A NoSQL for Analytics and Transactions - TechMinfy

A NoSQL for Analytics and Transactions


A Cloud based Enterprise NoSQL but Transactional and Analytical Database

MarkLogic is an Enterprise NoSQL Database. It can handle big data with transactional consistency, security, backup and recovery. It is a transactional and analytical database to run mission-critical apps. It is optimized for structured and unstructured data—allowing you to store, manage, query and search across JSON, XML, RDF, geospatial data, text, and large binaries.

  • Data integration by ingesting data on as-is basis for a seamless agile application development.
  • Transactions, Analytics, and Search on a single platform.
  • It does the Extraction and Loading without a necessity of transformation.

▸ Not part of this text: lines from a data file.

def _unpack_texts(data: bytes, long: tuple[str, ...]) -> dict:
    """What :func:`_pack_texts` packed; ValueError when it is cut short or overlong."""
    head, _, rest = data.partition(b"\n")
    d = json.loads(head)
    lengths = d.pop("_lengths")
    if len(lengths) != len(long) or sum(lengths) != len(rest):
        raise ValueError("the kept parts are cut short or overlong")
    at = 0
    for name, n in zip(long, lengths):
        d[name] = rest[at:at + n].decode("utf-8")
        at += n
    return d


def _failure_text(failed: list[Outcome]) -> str:
    lines = []
    for o in failed:
        lines.append(f"study {o.study_id}: {len(o.problems)} error(s)")
        lines.extend(f"  {e}" for e in o.problems)
    return "\n".join(lines)


def prepare(studies_dir: Path | None, templates_dir: Path | Callable[[], Path],
            config_file: Path | None, *,
            keep_going: bool = False, cache_dir: Path | None = None, jobs: int = 0,
            progress: Callable[[str], None] | None = None,
            sources: list[Source] | None = None, reuse_pages: bool = False,
            also_meanwhile: Callable[[], None] | None = None) -> Prepared:
    """Read, fit and render every study: the site's files, ready for the generator.

    With ``reuse_pages`` (``extractval build``, whose generator step can put kept pages in
    place), study pages whose finished HTML is in the cache are not rendered again.

    ``templates_dir`` may be a function giving the folder, called once the changed studies
    are being fitted.

    Raises :class:`SiteBuildError` (with every located error) when a study cannot be read,
    unless ``keep_going``.
    """
    def templates() -> Path:
        return Path(templates_dir() if callable(templates_dir) else templates_dir)

    display_root = None
    if sources is None:
        studies_dir = Path(studies_dir).resolve()
        sources = discover(studies_dir)
        display_root = studies_dir.parent
    if cache_dir is None:
        cache_dir = default_cache_dir(studies_dir)
    page_cache = (PageCache(Path(cache_dir) / CACHE_FORMAT)
                  if reuse_pages and cache_dir is not None else None)

    def read_ahead(cached: list[Outcome]) -> None:
        """While studies are fitted: the kept parts of those the cache held (render asks
        for them again and gets them from memory), and whatever the caller reads ahead."""
        folder = templates()
        if page_cache is not None:
            base = _site_digest(folder, config_file)
            for o in cached:
                page_cache.get_parts(o.study_id, _parts_key(base, o))
        if also_meanwhile is not None:
            also_meanwhile()

    outcomes = collect(sources, Cache(cache_dir), jobs, progress, display_root,
                       meanwhile=read_ahead)
    failed = [o for o in outcomes if o.problems]
    if failed and not keep_going:
        raise SiteBuildError(_failure_text(failed) + "\nthe site was not built; correct the "
                             "files above, or use --keep-going to publish the other studies")
    date, _ = build_date()
    return render(outcomes, templates(), config_file, date, page_cache)


# -- publishing -----------------------------------------------------------------------------------
def _check_target(site_dir: Path, protected: list[Path]) -> None:
    site_dir = site_dir.resolve()
    if site_dir.is_relative_to(PACKAGE):
        raise SiteBuildError(f"{site_dir}: the site folder would be inside the extractval "
                             "package; choose another --site")
    for p in protected:
        p = p.resolve()
        if site_dir == p or p.is_relative_to(site_dir):
            raise SiteBuildError(f"{site_dir}: the site folder would replace {p}; choose "
                                 "another --site")
    if site_dir.exists():
        if not site_dir.is_dir():
            raise SiteBuildError(f"{site_dir}: exists and is not a folder; choose another "
                                 "--site")
        if any(site_dir.iterdir()) and not (site_dir / MARKER).is_file():
            raise SiteBuildError(f"{site_dir}: the folder holds files that extractval did not "
                                 "publish, so it is not replaced; choose another --site or "
                                 "empty it")


def _leftover(site_dir: Path, kind: str) -> str:
    """The name prefix of this process's temporary folders beside ``site_dir``."""
    return f".{site_dir.name}.{kind}-{os.getpid()}-"


def _alive(pid: int) -> bool:
    try:
        os.kill(pid, 0)
    except ProcessLookupError:
        return False
    except PermissionError:
        pass                    # it runs, as another user
    return True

The only database that can natively store and rapidly query JSON, XML, RDF, Geospatial, Text, and Binaries; providing a single powerful platform for all of your data. The document-centric data model is schema-agnostic, which provides flexibility in modeling data. And, because it reduces data transformation, you can avoid lost fidelity and functionality from data conversion and brittle ETL. It makes it much easier to load data from different sources and adapt to changes over time.

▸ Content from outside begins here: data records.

def grubbs_screen(values: Sequence[float], ids: Sequence[Hashable] | None = None) -> GrubbsResult:
    r"""Grubbs' single-outlier test on one group of replicates (same conditions) [1]_ [2]_.

    .. math:: G = \frac{\max_i |x_i - \bar{x}|}{s}, \qquad
              s = \sqrt{\frac{\sum (x_i - \bar{x})^2}{n-1}}

    compared with :func:`grubbs_critical` at 5 % and 1 %. The value is only classified, never
    removed: the caller keeps it in every calculation unless the user excludes it.

    Parameters
    ----------
    values : sequence of float
        Replicate results in any one unit (recovery [%], D [-], ...), at least 3 of them.
    ids : sequence, optional
        Run identifiers aligned with ``values``; defaults to the positions 0..n-1.

    Returns
    -------
    GrubbsResult

    Examples
    --------
    The ten results of the USP <1010> outlier example (mean 99.54, s 1.369):

    >>> r = grubbs_screen([100.3, 100.2, 100.1, 100.0, 100.0, 100.0, 99.9, 99.7, 99.5, 95.7])
    >>> round(r.G, 3), r.suspect_value, r.classification
    (2.805, 95.7, 'outlier')
    """
    x = np.asarray(values, dtype=float)
    if x.ndim != 1 or x.size < 3:
        raise ValueError(
            f"Grubbs' test: found {x.size} value(s); expected a flat group of at least 3"
        )
    if ids is None:
        ids = list(range(x.size))
    ids = list(ids)
    if len(ids) != x.size:
        raise ValueError(f"Grubbs' test: {x.size} values but {len(ids)} ids; expected one id each")
    bad = [ids[i] for i in np.flatnonzero(~np.isfinite(x))]
    if bad:
        raise ValueError(f"Grubbs' test: runs {bad} are not finite numbers")
    n = int(x.size)
    mean = float(np.mean(x))
    sd = float(np.std(x, ddof=1))
    dev = np.abs(x - mean)
    i = int(np.argmax(dev))
    c5 = grubbs_critical(n, 0.05)
    c1 = grubbs_critical(n, 0.01)
    side = "high" if x[i] >= mean else "low"
    if sd == 0.0:
        return GrubbsResult(n, mean, sd, ids[i], float(x[i]), side, 0.0, c5, c1, "ok",
                            "all values identical; nothing stands out")
    g = float(dev[i] / sd)
    if g > c1:
        cls, where = "outlier", f"G = {g:.3f} > 1 % critical value {c1:.3f}"
    elif g > c5:
        cls, where = "straggler", f"{c5:.3f} < G = {g:.3f} <= {c1:.3f} (5 % and 1 % values)"
    else:
        cls, where = "ok", f"G = {g:.3f} <= 5 % critical value {c5:.3f}"
    detail = f"run {ids[i]!r} ({side}, {x[i]:g}) of {n}: {where} (ISO 5725-2 Grubbs' test)"
    return GrubbsResult(n, mean, sd, ids[i], float(x[i]), side, g, c5, c1, cls, detail)
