@lru_cache(maxsize=256)
def _fine_grid(start: float, stop: float) -> tuple[np.ndarray, tuple[float | None, ...]]:
    """The curve's fine pH grid from ``start`` to ``stop`` (read-only) and its values as
    written out: a function of the band's ends alone, which lie on the band's 0.5 grid, so
    that studies spanning the same pH range share it instead of rebuilding and rounding it."""
    fine = np.round(np.arange(start, stop + CURVE_STEP / 2, CURVE_STEP), 6)
    fine.setflags(write=False)
    return fine, tuple(clean_all(fine, 6))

A Document-Centric Database

NoSQL, AWS, Analytics, Transactions, Database, AWS NoSQL, Analytics on AWS, NoSQL on AWS, Amazon Web Services, Amazon EC2, Amazon Partners

It stores data using a compressed-tree, document-like model, as shown in the example above. Its data model makes it’s easier to persist multiple types of relationships and hierarchical information within a single piece of complex data. It also reduces the transformation required when moving data between the database, middle tier, and front-end of an application. This reduces the workload on the server and makes development much smoother.

More Flexibility

Data Type Query Language MarkLogic Relational Databases NoSQL Databases Triple Stores*
JSON documents JavaScript MarkLogic stores JSON documents natively. Production-Proven Indexing, Data Management, Security Capability for web’s predominant data format. Limited JSON Compatibility, typically achieved by treating JSON documents as a BLOBs or text blocks, Indexing and Retrieving takes long time relative to relational data. Some NoSQL Databases store JSON Documents natively. Not designed to store and query both RDF and JSON in the same database.
XML documents XQuery Stores XML Documents natively, compresses and preserves in a hierarchical manner. As an Add-On. Doesn’t offer XML Support, some Modern NoSQL databases lack flexibility. Not designed to store and query both RDF and XML in the same database.
RDF triples SPARQL Stores Natively As an Add-On. No document-stores, wide-column stores, key-value stores that can handle RDF Triples. Dedicated and single purpose to handle RDF Triple Stores.
Geospatial data XQuery, JavaScript Integrates well with Google Maps, Google Earth, ESRI ArcGIS, MS Bing Maps to visualize data. An unstructured component of a geospatial data gets difficult to search or lost. Degree of Indexing and search Varies. Meant for Single Purpose, Cannot handle RDF Tripe Store and Geospatial data same time.
Relational Data SQL Relational Data can be ingested and modeled using document model. Example 600 RDBMS Tools can be mapped to 13 XML Schema files. Stores data in rows and columns and queries data using SQL. Limited support for mapping relational data to non-relational model. Requires a connector to move data between relational database and triple store.

It is here with Semantics, Tiered Storage, Elasticity and Hadoop Direct Access. It only works on 64-bit Amazon EC2 instances as there is no 32-bit version of MarkLogic. It is a fully ACID-compliant transactional data store so it requires substantial input/output (I/O) throughput which AWS is fully equipped to provision. It supports S3 as a data store. But because Amazon S3 does not currently support “append,” it cannot be used as a primary storage. We can use the AWS Cloud Formation templates in conjunction with DevOps tools like Ansible, Puppet, or Chef to manage configuration and deployment. Although storage-optimized instance types offer extremely good I/O throughput, the storage is ephemeral. Because of the risk of data loss should a host fail, we do not currently recommend using ephemeral volumes for forest data, unless data loss is an acceptable risk for the application. As always the M3 general purpose series Amazon EC2 instance types are good fits for MarkLogic deployments too also are the compute-optimized C3 series instances and for applications requiring large numbers of range indexes or semantics triple store use cases, the R3 memory-optimized instance types may also be appropriate.

— Chakradhari Sharma (AWS Solution Architect), TechMinfy!!